第26話「いっせえび~♪ いっせえび~♪ ふんふんふ~ん♪ いっせえび~♪」

「俺とこの子、期間限定の『豪華!伊勢海老入り!特製海鮮丼!!』を2つで」

 俺が店員さんに告げると、


「いっせえび~♪ いっせえび~♪ ふんふんふ~ん♪ いっせえび~♪」

 俺の気も知らずに、ロゼッタはルンルン気分で超適当な伊勢海老ソングを口ずさんだ。


「出来上がるまで少々お待ちください」

 店員さんがにこやかに笑いながら立ち去っていくのを見送りながら、俺は口を開いた。


「ロゼッタ。まじめな話をするから、よく聞いてくれ――っとその前に自己紹介が先か。俺は今は黒野真央。1週間ほど前に前世の記憶を思い出したばかりだ」


「わたしは今は咲蓮されんロゼッタです。えーっと、趣味はカラオケでぇ、スイーツが大好きでぇ、犬を飼っていて。あ、見ます? ミニ柴なんですけど、モフモフでもうすっごく可愛くて~」


 ロゼッタがスマホを取り出すと、フォルダ内にある犬の写真を見せてくる。

 赤茶のミニ柴はくりくりした瞳で愛嬌のある顔立ちで、とても可愛らしかった。


「なるほど。たしかに可愛いわんこだな。ま、それは置いといてだ。ロゼッタが前世の記憶を取り戻したのはいつだ?」


 飼い主ってのは自分ちのペットの話をしだすとたいがい、話が長くなるものなので、俺はサクッと話を次に進める。

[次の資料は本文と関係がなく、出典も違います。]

using FiberScope.Fibres;
using UnitsNet;

namespace FiberScope.Reports.Html;

/// <summary>The unit and the number of decimals in which one layer's diameters are written, so that a table lines up.</summary>
internal sealed record DiameterScale
{
    private readonly double _metres;
    private readonly int _decimals;

    private DiameterScale(string unit, double metres, int decimals) => (Unit, _metres, _decimals) = (unit, metres, decimals);

    /// <summary>The unit as written after a number.</summary>
    public string Unit { get; }

    /// <summary>
    /// The scale for a survey: nanometres when the mean is below half a micrometre, and as many decimals as give the interval of
    /// the mean two digits.
    /// </summary>
    public static DiameterScale For(DiameterSurvey survey)
    {
        var (unit, metres) = survey.LengthWeighted.Mean.Micrometers < 0.5 ? ("nm", 1e-9) : ("µm", 1e-6);
        var half = (survey.MeanInterval95.High - survey.MeanInterval95.Low).Meters / metres / 2;
        var decimals = half > 0 ? (int)Math.Clamp(1 - Math.Floor(Math.Log10(half)), 0, 4) : 3;
        return new DiameterScale(unit, metres, decimals);
    }

    /// <summary>The number alone.</summary>
    public string Number(Length length) => Wording.Fixed(In(length), _decimals);

    /// <summary>The number and its unit.</summary>
    public string Text(Length length) => $"{Number(length)} {Unit}";

    /// <summary>An interval with its unit: <c>1.71 to 1.93 µm</c>.</summary>
    public string Text(LengthInterval interval) => $"{Number(interval.Low)} to {Number(interval.High)} {Unit}";

    /// <summary>The number of units in a length.</summary>
    public double In(Length length) => length.Meters / _metres;

    /// <summary>The length of a number of units.</summary>
    public Length Of(double number) => Length.FromMeters(number * _metres);
}
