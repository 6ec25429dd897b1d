using System.Runtime.CompilerServices;
using System.Text;
using System.Text.Encodings.Web;
using System.Text.Unicode;

namespace FiberScope.Reports.Html;

/// <summary>A piece of HTML that is safe to put on a page: made from literals, with every value escaped.</summary>
/// <remarks>
/// The only way from a string to a <see cref="Markup"/> is an interpolated literal, whose holes are escaped. A number is no valid
/// hole: it must go through <see cref="Wording"/>, which writes it the same in every culture.
/// </remarks>
internal readonly record struct Markup
{
    private readonly string? _html;

    private Markup(string html) => _html = html;

    /// <summary>Nothing at all.</summary>
    public static Markup Empty => default;

    /// <summary>Whether there is nothing in it.</summary>
    public bool IsEmpty => string.IsNullOrEmpty(_html);

    /// <summary>Makes a piece from an interpolated literal.</summary>
    public static Markup Of(Builder html) => new(html.Text);

    /// <summary>A figure, which writes its own HTML.</summary>
    public static Markup OfSvg(Figures.SvgFigure figure) => new(figure.Svg);

    /// <summary>A style sheet of the project's own.</summary>
    public static Markup OfStyle(string css) => new(css);

    /// <summary>A field's picture, which writes its own SVG.</summary>
    public static Markup OfPicture(Imaging.FieldMeasurement field, Pictures.PictureBudget budget) => new(Pictures.FieldPicture.Svg(field, budget));

    /// <summary>A PNG picture that travels inside the page.</summary>
    public static Markup OfPng(byte[] png, string description) => Of($"<img alt=\"{description}\" src=\"data:image/png;base64,{Convert.ToBase64String(png)}\">");

    /// <summary>Pieces one after the other.</summary>
    public static Markup Join(IEnumerable<Markup> pieces) => new(string.Concat(pieces.Select(p => p._html)));

    /// <inheritdoc/>
    public override string ToString() => _html ?? "";

    /// <summary>Puts an interpolated literal together, escaping what comes from elsewhere.</summary>
    [InterpolatedStringHandler]
    public readonly ref struct Builder(int literalLength, int formattedCount)
    {
        private static readonly HtmlEncoder Encoder = HtmlEncoder.Create(UnicodeRanges.All);

        private readonly StringBuilder _text = new(literalLength + (16 * formattedCount));

        public string Text => _text.ToString();

        public void AppendLiteral(string literal) => _text.Append(literal);

        public void AppendFormatted(string? value) => _text.Append(Encoder.Encode(value ?? ""));

        public void AppendFormatted(Markup value) => _text.Append(value.ToString());

        public void AppendFormatted(IEnumerable<Markup> values)
        {
            foreach (var value in values)
            {
                _text.Append(value.ToString());
            }
        }
    }
}
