using System.Text;

namespace FiberScope.Reports.Html;

/// <summary>The style sheet that travels inside the page.</summary>
internal static class Stylesheet
{
    /// <summary>The report's style sheet.</summary>
    public static Markup Report { get; } = Markup.OfStyle(Read("report.css"));

    private static string Read(string name)
    {
        using var stream = typeof(Stylesheet).Assembly.GetManifestResourceStream(name)
            ?? throw new InvalidOperationException($"The style sheet {name} is not built in.");
        using var reader = new StreamReader(stream, Encoding.UTF8);
        return reader.ReadToEnd().ReplaceLineEndings("\n");
    }
}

「わたしは今日です。魔王さまを見てビビッと電流が走っちゃいました」

「おいおい、あの瞬間かよ? 前世と今じゃ、見た目は全然違っているだろ? 良くわかったな?」


「もぅ、魔王さまってば~。そんなの見ればわかりますよ~。やだな~」


 ロゼッタはさらっと言ってのけるが、もちろんそんな簡単な話ではない。

 現にルミナはいまだに俺が魔王であると確信が持てずに、俺を疑い続けているのだから。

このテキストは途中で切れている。